Guide

Determine the best corporate structure

Frequently Asked Questions Determine the best corporate structure

Not every Dutch (non-resident) company will be VAT liable, and therefore, not required (or able) to apply for a VAT number.
Companies that do not perform any trading activities, in general, do not have to apply for a VAT number (such as holding companies, etc.) In case your company sells goods or services within the Netherlands, or the EU, your company might be required to apply for a VAT number. You can check our Tax Guide, or contact our Incorporation Officers for more information.

The obvious difference between a branch, and a subsidiary, is that a subsidiary is a separate legal entity. And a branch is an extension of your current overseas company. Simply put, you can only register a branch in the Netherlands if you already own an overseas company. The advantage of registering your overseas company in the Netherlands (at the Chamber of Commerce) is that you don’t have to work with a Dutch notary, and your overseas Company Law is leading (so Dutch corporate law requirements on the publishing of Financial Statements, paying up share capital, etc. are not relevant).

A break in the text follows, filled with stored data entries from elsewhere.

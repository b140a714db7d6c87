"""A temperature-rise run: hold a DC current through a winding and watch its resistance rise.

:func:`measure_rise` reads the winding's DC resistance cold (no current; the winding at the
ambient given), then holds the current (:mod:`acquire.bias.ramp`) and reads the DC resistance
every ``interval`` seconds. The rise above the ambient follows by the resistance method
(:func:`acquire.bias.resistance_rise.temperature_rise`); the current is held until the rise has
settled (:func:`~acquire.bias.resistance_rise.has_settled`) or ``time_limit`` passes.

With a target rise (``settings.target_rise``) the run searches the current: from the settled
rise at one current it tries :func:`~acquire.bias.resistance_rise.current_for_rise`, never above
``maximum``, until the settled rise is within ``rise_tolerance`` of the target. If even the
largest allowed current stays below the target, the run says so.

Times are the ``clock``'s seconds (wall time by default). Whatever ends the run, the current is
ramped to zero and switched off before the function returns; the readings taken are kept.
"""

from __future__ import annotations

import time
from collections.abc import Callable
from dataclasses import dataclass
from typing import Any, Protocol

import numpy as np

from acquire import signals
from acquire.bias.ramp import Energised, energised
from acquire.bias.records import COMPLETE, INTERRUPTED, RiseResult, RiseSettings
from acquire.bias.resistance_rise import (
    current_for_rise,
    has_settled,
    settled_rise,
    temperature_rise,
)
from acquire.bias.sweep_run import stop_note
from acquire.errors import BiasError

#: The most currents a search tries before it gives up (it usually needs three or four).
SEARCH_TRIES = 8


class RiseWriter(Protocol):
    """Where each reading goes as it is taken (the results store's temperature-rise writer)."""

    def add_reading(self, t: float, r: float, rise: float) -> None: ...

    def finish(self, result: RiseResult) -> None: ...


@dataclass(frozen=True)
class RiseReading:
    """One reading: seconds since the current started, the current (A), resistance (ohm), rise
    (K)."""

    t: float
    current: float
    resistance: float
    rise: float


@dataclass(frozen=True)
class RiseOutcome:
    """The result, and what stopped the run early (None when it ended by itself)."""

    result: RiseResult
    error: BaseException | None


@dataclass
class _Run:
    """What a run has gathered so far."""

    r_cold: float
    t0: float
    times: list[float]
    resistance: list[float]
    rise: list[float]
    steps: list[tuple[float, float]]
    current: float = 0.0
    settled: bool = False
    note: str = ""


def measure_rise(
    meter: Any,
    supply: Any,
    settings: RiseSettings,
    *,
    maximum: float,
    step: float,
    interval: float,
    dwell: float = 0.0,
    rise_tolerance: float = 1.0,
    writer: RiseWriter | None = None,
    on_reading: Callable[[RiseReading], None] | None = None,
    clock: Callable[[], float] = time.monotonic,
    sleep: Callable[[float], None] = time.sleep,
) -> RiseOutcome:
    """Run the temperature-rise measurement ``settings`` describe (see the module)."""
    if not 0 < settings.current <= maximum:
        raise BiasError(
            f"the current {settings.current:g} A is outside 0 to {maximum:g} A (the largest "
            "allowed here); nothing was sent"
        )
    if settings.target_rise is not None and not settings.target_rise > 0:
        raise BiasError("the rise searched for must be above 0 K")
    r_cold = float(meter.dc_resistance())
    if not (np.isfinite(r_cold) and r_cold > 0):
        raise BiasError(
            f"the cold DC resistance read {r_cold} ohm; check that the winding is in the fixture"
        )
    run = _Run(r_cold, clock(), [], [], [], [])
    error: BaseException | None = None
    try:
        with energised(supply, maximum, step, dwell) as held:
            run.t0 = clock()
            _search(meter, held, settings, run, maximum, interval, rise_tolerance, writer,
                    on_reading, clock, sleep)  # fmt: skip
    except BaseException as exc:  # noqa: BLE001 - kept with the readings; the caller decides
        error = exc
    with signals.held():
        result = RiseResult(
            settings=settings,
            r_cold=r_cold,
            t_cold=settings.ambient,
            current=run.current,
            times=np.array(run.times),
            resistance=np.array(run.resistance),
            rise=np.array(run.rise),
            settled=run.settled,
            status=COMPLETE if error is None else INTERRUPTED,
            steps=tuple(run.steps),
            note=stop_note(error) if error is not None else run.note,
        )
        if writer is not None:
            writer.finish(result)
    return RiseOutcome(result, error)


def _search(
    meter: Any,
    held: Energised,
    settings: RiseSettings,
    run: _Run,
    maximum: float,
    interval: float,
    rise_tolerance: float,
    writer: RiseWriter | None,
    on_reading: Callable[[RiseReading], None] | None,
    clock: Callable[[], float],
    sleep: Callable[[float], None],
) -> None:
    """Hold the current (and, with a target, the next ones) until settled."""
    current = settings.current
    target = settings.target_rise
    for _ in range(SEARCH_TRIES if target is not None else 1):
        run.current = current
        with signals.held():  # a stop waits for the ramp's replies (see acquire.bias.sweep_run)
            held.go(current)
        rise = _hold(meter, settings, run, current, interval, writer, on_reading, clock, sleep)
        run.steps.append((current, rise))
        if not run.settled:
            run.note = (
                f"the rise had not settled within the time limit at {current:.3g} A "
                f"(last {rise:.3g} K)"
            )
            return
        if target is None or abs(rise - target) <= rise_tolerance:
            return
        if rise < target and current >= maximum:
            run.note = (
                f"{target:g} K not reached at the largest allowed {maximum:.3g} A: "
                f"rise {rise:.3g} K"
            )
            return
        current = min(current_for_rise(current, max(rise, 1e-6), target), maximum)
    run.note = (
        f"no current found within {rise_tolerance:g} K of {target:g} K in {SEARCH_TRIES} tries"
    )


def _hold(
    meter: Any,
    settings: RiseSettings,
    run: _Run,
    current: float,
    interval: float,
    writer: RiseWriter | None,
    on_reading: Callable[[RiseReading], None] | None,
    clock: Callable[[], float],
    sleep: Callable[[float], None],
) -> float:
    """Read the resistance every ``interval`` until the rise settles or the time limit; the
    last rise (K)."""
    began = clock()
    times: list[float] = []
    rises: list[float] = []
    run.settled = False
    while True:
        with signals.held():
            r = float(meter.dc_resistance())
        t = clock() - run.t0
        rise = float(temperature_rise(r, run.r_cold, settings.ambient, settings.ambient))
        run.times.append(t)
        run.resistance.append(r)
        run.rise.append(rise)
        times.append(t)
        rises.append(rise)
        if writer is not None:
            writer.add_reading(t, r, rise)
        if on_reading is not None:
            on_reading(RiseReading(t, current, r, rise))
        if has_settled(np.array(times), np.array(rises), settings.settle_window,
                       settings.settle_tolerance):  # fmt: skip
            run.settled = True
            return settled_rise(np.array(times), np.array(rises), settings.settle_window)
        if clock() - began >= settings.time_limit:
            return rise
        sleep(interval)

There are no company ownership restrictions in the Netherlands, and non-residents can own real estate, company shares, etc. without any limitations.

Any non-resident individual or entity can own or manage a company in the Netherlands. This means that there are no legal restrictions against this. However, appointing a non-resident director (or shareholder) can have practical and tax consequences. It’s best to obtain legal advice before starting a company in the Netherlands and discuss your full situation.